Typhlatya iliffei Hart & Manning, 1981
Typhlatya iliffei: after Hart & Manning, 1981
Taxonomic Characterization: The rostrum is simple and spine-like and the carapace is smooth and without spines. The telson is 4 times as long as it is wide with 5 pairs of spines and 2 pairs of setae on the posterior margin.
The lateral ramus of the uropod has a single blunt spine at the lateral angle. The caridean lobe on the first maxilliped is small but distinct. The eyes are pigmented and directed upward through the orbit. The antennal scale is less than
twice as long as it is wide with a gently curving outer margin. The walking legs are long and slender. The color overall is whitish with red chromatophores on the antennular and antennal peduncles (Hart & Manning, 1981).
Disposition of Specimens: Female holotype collected from Tucker's Town Cave deposited in the United States National Museum (USNM 184012); female paratype collected from the same location (USNM 184013).
Ecological Classification: Stygobitic
Size: Female holotype carapace length 6.5 mm, female paratype carapace length 6.3 mm.
Number of Species in Genus: Seventeen, all stygobitic.
Species Range: Known only from Tucker's Town Cave, Bermuda (Hart & Manning, 1981).
Closest Related Species: T. iliffei appears to be the most similar to T. rogersi due to their long rostrum and pigmented eyes. T. iliffei along with T. rogersi, T. galapagensis and T. garciai are the only four species of the genus that inhabit brackish water.
Habitat: Anchialine limestone caves
Ecology: T. iliffei inhabits Tucker's Town Cave, a single room cave with a sand and silt bottomed sea level pool in which the specimens were collected at a depth of 12 m. The pool's tidal fluctuations indicate a connection with the sea and the room has some illumination from light entering from above.
Life History: Two female specimens were collected.
Evolutionary Origins: Of the seventeen species in the genus, six (from the Galapagos Islands, Bahamas, Bermuda, Ascension Island, Yucatan and the Caicos Islands) inhabit brackish or marine waters, while the remainder are found in freshwater habitats. According to Iliffe (1986:7), "species within the genus appear to have evolved from an open water marine ancestor in the Atlantic which spread westward through the Caribbean into the Pacific with prevailing currents before the closure of the Panama land bridge." Iliffe et al. (1983) suggested an origin of the genus on submerged and emergent sea mounts associated with the Mid-Atlantic Ridge during the separation of the American and African continental masses.
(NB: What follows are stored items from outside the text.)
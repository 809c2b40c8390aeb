/**
 * failoverBroker (issue #24 items 3 and 6): a broker node killed mid-ingest on the cluster layout.
 *
 * Its own database in the bench cluster (`emberlot_failover`, migrated), a private Redis
 * (EMBERLOT_BENCH_REDIS_PORT, else a free port), two broker processes in Redis mode, one API process
 * given both brokers, and simulated rigs in this process given both brokers with persistent
 * sessions (tests/faults/cluster.ts — the same layout the failover test uses). One rig runs a whole
 * HTRB run through the API (heat, bias, read-point hold, end: the commands); the others only
 * publish (4 sockets every 0.1 s each). Mid-run broker A — every client's first address — is killed
 * with SIGKILL and not restarted.
 *
 *   published          samples the rigs published (seq 1…last per rig)
 *   stored             distinct samples in telemetry_batches
 *   lost               published but not stored (target 0)
 *   duplicateRows      stored more than once (0 by the key; counted anyway)
 *   duplicateCommands  commands a rig applied more than once (first acks per cmdId vs applied; target 0)
 *   commandDeliveries  / commandsApplied: MQTT deliveries of run commands vs distinct commands applied
 *   recoverySeconds    kill → every rig has a sample published after the kill stored (target < 10)
 */
import type { DataSource } from 'typeorm';
import { configFromEnv, type DbConfig } from '../../server/config';
import { createDataSource } from '../../server/db/data-source';
import { ensureDatabase } from '../../scripts/pg-cluster';
import { startClusterStack } from '../../tests/faults/cluster';
import { installRigCommandLog } from '../../tests/faults/rig-command-log';
import {
  OPERATOR,
  createFaultRun,
  driveRun,
  ingestCounters,
  reconcile,
  seedBase,
  startSimRig,
  type SimRig,
} from '../../tests/faults/scenario';
import { stopAllProcesses } from '../../tests/support/processes';
import type { BenchEnv } from '../lib/environment';

export interface FailoverBrokerResult {
  rigs: number;
  published: number;
  stored: number;
  lost: number;
  duplicateRows: number;
  duplicateCommands: number;
  commandDeliveries: number;
  commandsApplied: number;
  recoverySeconds: number | null;
  /** The driven run's hours and read point came out exact (tests/faults/scenario.ts reconcile). */
  runBooksBalance: boolean;
  wallSeconds: number;
}

const EXTRA_RIGS = Number(process.env.EMBERLOT_BENCH_FAILOVER_RIGS ?? 7);
const DATABASE = 'emberlot_failover';

async function storedSeqs(ds: DataSource, rigId: string): Promise<number[]> {
  const rows: Array<{ seq: string }> = await ds.query('SELECT seq FROM telemetry_batches WHERE rig_id = $1', [rigId]);
  return rows.map((r) => Number(r.seq));
}

export async function runFailoverBroker(b: BenchEnv, log: (l: string) => void): Promise<FailoverBrokerResult> {
  const t0 = Date.now();
  await ensureDatabase(b.cluster, DATABASE);
  const db: DbConfig = { ...configFromEnv(b.env).db, database: DATABASE };
  const ds = createDataSource(db, { poolSize: 4 });
  await ds.initialize(); // migrations
  const cmdLog = installRigCommandLog();
  const sims: SimRig[] = [];
  try {
    const type = await seedBase(ds);
    const stack = await startClusterStack(db, { redisPortEnv: 'EMBERLOT_BENCH_REDIS_PORT', name: 'bench' });
    try {
      log(`failoverBroker: Redis ${stack.redis.url}, brokers :${stack.brokerPorts.join(' and :')}, API :${stack.ports.api}`);
      await stack.client.signIn(OPERATOR.email, OPERATOR.password);
      const started = { at: Date.now(), counters: await ingestCounters(ds) };
      const driven = await createFaultRun(ds, type, 'FB-00');
      const others = [];
      for (let k = 1; k <= EXTRA_RIGS; k++) others.push(await createFaultRun(ds, type, `FB-${String(k).padStart(2, '0')}`));
      const drivenSim = startSimRig(stack.brokerUrl, driven, { persistentSession: true });
      sims.push(drivenSim);
      for (const fx of others) sims.push(startSimRig(stack.brokerUrl, fx, { persistentSession: true }));
      const fixtures = [driven, ...others];
      let recoverySeconds: number | null = null;
      const drive = await driveRun(
        ds,
        stack,
        driven,
        drivenSim,
        {
          phase: 1,
          atH: 1.5,
          inject: async () => {
            const seqAtKill = sims.map((s) => s.rig.lastSeq());
            const killedAt = Date.now();
            await stack.killBroker(0, 'SIGKILL');
            // Recovered: every rig has a sample it took after the kill stored by the API.
            for (;;) {
              const max: Array<{ rig_id: string; m: string }> = await ds.query(
                'SELECT rig_id, max(seq) AS m FROM telemetry_batches WHERE rig_id = ANY($1) GROUP BY rig_id',
                [fixtures.map((f) => f.rigId)],
              );
              const byRig = new Map(max.map((r) => [r.rig_id, Number(r.m)]));
              if (fixtures.every((f, i) => (byRig.get(f.rigId) ?? 0) > seqAtKill[i])) break;
              if (Date.now() - killedAt > 60_000) throw new Error('the rigs did not recover within 60 s of the broker kill');
              await new Promise((r) => setTimeout(r, 50));
            }
            recoverySeconds = Math.round((Date.now() - killedAt) / 100) / 10;
          },
        },
        120_000,
      );
      for (const s of sims.slice(1)) s.endSampling();
      await Promise.all(sims.slice(1).map((s) => s.rig.drained(30_000)));
      const f = await reconcile(ds, 'bench failoverBroker', driven, drivenSim, cmdLog, drive, started);
      let published = f.published;
      let stored = f.stored;
      let lost = f.missing;
      let duplicateRows = f.duplicateRows;
      for (let i = 0; i < others.length; i++) {
        const seqs = await storedSeqs(ds, others[i].rigId);
        const last = sims[i + 1].rig.lastSeq();
        const set = new Set(seqs);
        published += last;
        stored += set.size;
        duplicateRows += seqs.length - set.size;
        for (let s = 1; s <= last; s++) if (!set.has(s)) lost++;
      }
      const runBooksBalance =
        f.missing === 0 &&
        f.hoursAccrued === f.hoursExpected &&
        f.readPoints === 1 &&
        f.endH === f.hoursAccrued &&
        f.cmdIdsAppliedTwice === 0;
      return {
        rigs: sims.length,
        published,
        stored,
        lost,
        duplicateRows,
        duplicateCommands: sims.reduce((n, s) => n + s.rig.stats.commandsApplied, 0) - f.commandsApplied,
        commandDeliveries: f.commandDeliveries,
        commandsApplied: f.commandsApplied,
        recoverySeconds,
        runBooksBalance,
        wallSeconds: Math.round((Date.now() - t0) / 1000),
      };
    } finally {
      for (const s of sims) await s.rig.stop().catch(() => undefined);
      await stopAllProcesses(3000);
      await stack.stopRedis();
    }
  } finally {
    cmdLog.uninstall();
    await ds.destroy().catch(() => undefined);
  }
}
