/** The SQL of the socket thermal model: its identifications (socket_thermal_fits) and the rig's active run. */
import type { DataSource } from 'typeorm';
import { ON_RIG_STATES } from '../../../shared/domain/run-states';
import type { ThermalFit } from '../../../shared/schemas/thermal';

export interface FitRow extends ThermalFit {
  rigId: string;
  runId: string | null;
  socketIndex: number;
  baselineThetaCPerW: number | null;
}

export async function insertFit(ds: DataSource, r: FitRow): Promise<void> {
  await ds.query(
    `INSERT INTO socket_thermal_fits (rig_id, run_id, socket_index, identified_at, stress_clock_s, trigger, identifiable, good, method,
        theta_c_per_w, tau_s, tau_note, offset_c, offset_basis, r2, rms_c, samples, sample_interval_s, mean_power_w,
        baseline_theta_c_per_w, rise_fraction, reason, trend, trend_point, flag_rule)
     VALUES ($1,$2,$3,$4,$5,$6,$7,$8,$9,$10,$11,$12,$13,$14,$15,$16,$17,$18,$19,$20,$21,$22,$23,$24,$25)`,
    [
      r.rigId,
      r.runId,
      r.socketIndex,
      r.identifiedAt,
      r.stressClockS,
      r.trigger,
      r.identifiable,
      r.good,
      r.method,
      r.thetaCPerW,
      r.tauS,
      r.tauNote,
      r.offsetC,
      r.offsetBasis,
      r.r2,
      r.rmsC,
      r.samples,
      r.sampleIntervalS,
      r.meanPowerW,
      r.baselineThetaCPerW,
      r.riseFraction,
      r.reason,
      r.trend === null ? null : JSON.stringify(r.trend),
      r.trendPoint,
      r.flagRule,
    ],
  );
}

interface RawFit {
  identified_at: Date;
  stress_clock_s: number;
  trigger: ThermalFit['trigger'];
  identifiable: boolean;
  good: boolean;
  method: ThermalFit['method'];
  theta_c_per_w: number | null;
  tau_s: number | null;
  tau_note: string | null;
  offset_c: number | null;
  offset_basis: ThermalFit['offsetBasis'];
  r2: number | null;
  rms_c: number | null;
  samples: number;
  sample_interval_s: number | null;
  mean_power_w: number;
  rise_fraction: number | null;
  reason: string | null;
  baseline_theta_c_per_w: number | null;
  trend: ThermalFit['trend'];
  trend_point: boolean;
  flag_rule: ThermalFit['flagRule'];
}

const toFit = (r: RawFit): ThermalFit => ({
  identifiedAt: new Date(r.identified_at).toISOString(),
  stressClockS: Number(r.stress_clock_s),
  trigger: r.trigger,
  identifiable: r.identifiable,
  good: r.good,
  method: r.method,
  thetaCPerW: r.theta_c_per_w,
  tauS: r.tau_s,
  tauNote: r.tau_note,
  offsetC: r.offset_c,
  offsetBasis: r.offset_basis,
  r2: r.r2,
  rmsC: r.rms_c,
  samples: r.samples,
  sampleIntervalS: r.sample_interval_s,
  meanPowerW: r.mean_power_w,
  riseFraction: r.rise_fraction,
  reason: r.reason,
  trend: r.trend,
  trendPoint: r.trend_point,
  flagRule: r.flag_rule,
});

/** A socket's identifications in a run (or with no run), oldest first, the newest `limit`. */
export async function fitsOfSocket(
  ds: DataSource,
  rigId: string,
  runId: string | null,
  socket: number,
  limit = 200,
): Promise<{ fits: ThermalFit[]; baselineThetaCPerW: number | null }> {
  const rows: RawFit[] = await ds.query(
    `SELECT * FROM (
       SELECT * FROM socket_thermal_fits
        WHERE rig_id = $1 AND socket_index = $3 AND run_id IS NOT DISTINCT FROM $2
        ORDER BY identified_at DESC, id DESC LIMIT $4) f
      ORDER BY identified_at, id`,
    [rigId, runId, socket, limit],
  );
  const base: Array<{ theta: number | null }> = await ds.query(
    `SELECT baseline_theta_c_per_w AS theta FROM socket_thermal_fits
      WHERE rig_id = $1 AND socket_index = $3 AND run_id IS NOT DISTINCT FROM $2 AND baseline_theta_c_per_w IS NOT NULL
      ORDER BY identified_at, id LIMIT 1`,
    [rigId, runId, socket],
  );
  return { fits: rows.map(toFit), baselineThetaCPerW: base[0]?.theta ?? null };
}

/** The run's baseline θ per socket, as first stored (a restarted server keeps comparing against the same one). */
export async function baselinesOfRun(ds: DataSource, rigId: string, runId: string): Promise<Map<number, number>> {
  const rows: Array<{ socket_index: number; theta: number }> = await ds.query(
    `SELECT DISTINCT ON (socket_index) socket_index, baseline_theta_c_per_w AS theta FROM socket_thermal_fits
      WHERE rig_id = $1 AND run_id = $2 AND baseline_theta_c_per_w IS NOT NULL ORDER BY socket_index, identified_at, id`,
    [rigId, runId],
  );
  return new Map(rows.map((r) => [Number(r.socket_index), Number(r.theta)]));
}

/** The run's good fits after each socket's baseline, oldest first (a restarted tracker rebuilds the trend's series from them). */
export async function trendFitsOfRun(
  ds: DataSource,
  rigId: string,
  runId: string,
): Promise<Map<number, Array<{ tH: number; thetaCPerW: number; windowH: number }>>> {
  const rows: Array<{ socket_index: number; t_h: number; theta: number; window_h: number }> = await ds.query(
    `SELECT socket_index, stress_clock_s / 3600.0 AS t_h, theta_c_per_w AS theta, samples * COALESCE(sample_interval_s, 0) / 3600.0 AS window_h
       FROM socket_thermal_fits
      WHERE rig_id = $1 AND run_id = $2 AND good AND theta_c_per_w IS NOT NULL AND baseline_theta_c_per_w IS NOT NULL
      ORDER BY socket_index, identified_at, id`,
    [rigId, runId],
  );
  const out = new Map<number, Array<{ tH: number; thetaCPerW: number; windowH: number }>>();
  for (const r of rows) {
    const list = out.get(Number(r.socket_index)) ?? [];
    list.push({ tH: Number(r.t_h), thetaCPerW: Number(r.theta), windowH: Number(r.window_h) });
    out.set(Number(r.socket_index), list);
  }
  return out;
}

/** The rig's active run (most recently changed) and the stress hours its plan still has, or null. */
export async function activeRunOfRig(
  ds: DataSource,
  rigId: string,
): Promise<{ id: string; code: string; remainingH: number | null } | null> {
  const rows: Array<{ id: string; code: string; remaining_h: number | null }> = await ds.query(
    `SELECT r.id, r.code, GREATEST(p.duration_h - r.stress_hours, 0) AS remaining_h
       FROM runs r LEFT JOIN stress_plans p ON p.id = r.plan_id
      WHERE r.rig_id = $1 AND r.state = ANY($2) ORDER BY r.state_changed_at DESC LIMIT 1`,
    [rigId, [...ON_RIG_STATES]],
  );
  const r = rows[0];
  return r ? { id: r.id, code: r.code, remainingH: r.remaining_h === null ? null : Number(r.remaining_h) } : null;
}

/** The rule that last raised this socket's flag in the run, or null. */
export async function lastFlagRule(ds: DataSource, rigId: string, runId: string | null, socket: number): Promise<'step' | 'trend' | null> {
  const rows: Array<{ rule: 'step' | 'trend' }> = await ds.query(
    `SELECT flag_rule AS rule FROM socket_thermal_fits
      WHERE rig_id = $1 AND socket_index = $3 AND run_id IS NOT DISTINCT FROM $2 AND flag_rule IS NOT NULL
      ORDER BY identified_at DESC, id DESC LIMIT 1`,
    [rigId, runId, socket],
  );
  return rows[0]?.rule ?? null;
}

export async function rigByCode(ds: DataSource, code: string): Promise<{ id: string; code: string } | null> {
  const rows: Array<{ id: string; code: string }> = await ds.query(`SELECT id, code FROM rigs WHERE code = $1`, [code]);
  return rows[0] ?? null;
}

/** Is a thermal-path alarm for this socket live (unacknowledged or still active)? */
export async function thermalFlagLive(ds: DataSource, rigId: string, socket: number): Promise<boolean> {
  const rows: unknown[] = await ds.query(
    `SELECT 1 FROM alarms WHERE kind = 'thermal-path' AND rig_id = $1 AND socket_index = $2
        AND (acknowledged_at IS NULL OR cleared_at IS NULL) LIMIT 1`,
    [rigId, socket],
  );
  return rows.length > 0;
}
Sanz and Platvoet (1995) believe that the occurrence of the genus in Europe links the origin of the genus Typhlatya to the Tethys Sea. The ancestor was probably a marine, coastal shrimp inhabiting low latitude seas. Maximal development of the ancestral range probably occurred in the Late Cretaceous (about 90 MYA). The full opening of the Atlantic and the end of global Tethyan currents divided its range into three populations: European, Mid-Atlantic Ridge and Central American. Central American populations were further subdivided by plate tectonics into Yucatan, Antilles and Galapagos populations. For unknown reasons, the ancestral marine populations disappeared, leaving only those species that had earlier entered the cave environment. Absence of clear morphological patterns within the recent species may be due to the early timing of isolation between and within lineages.
Conservation Status: T. iliffei is considered to be critically endangered (IUCN, 2000). It is restricted to a single anchialine cave in Bermuda.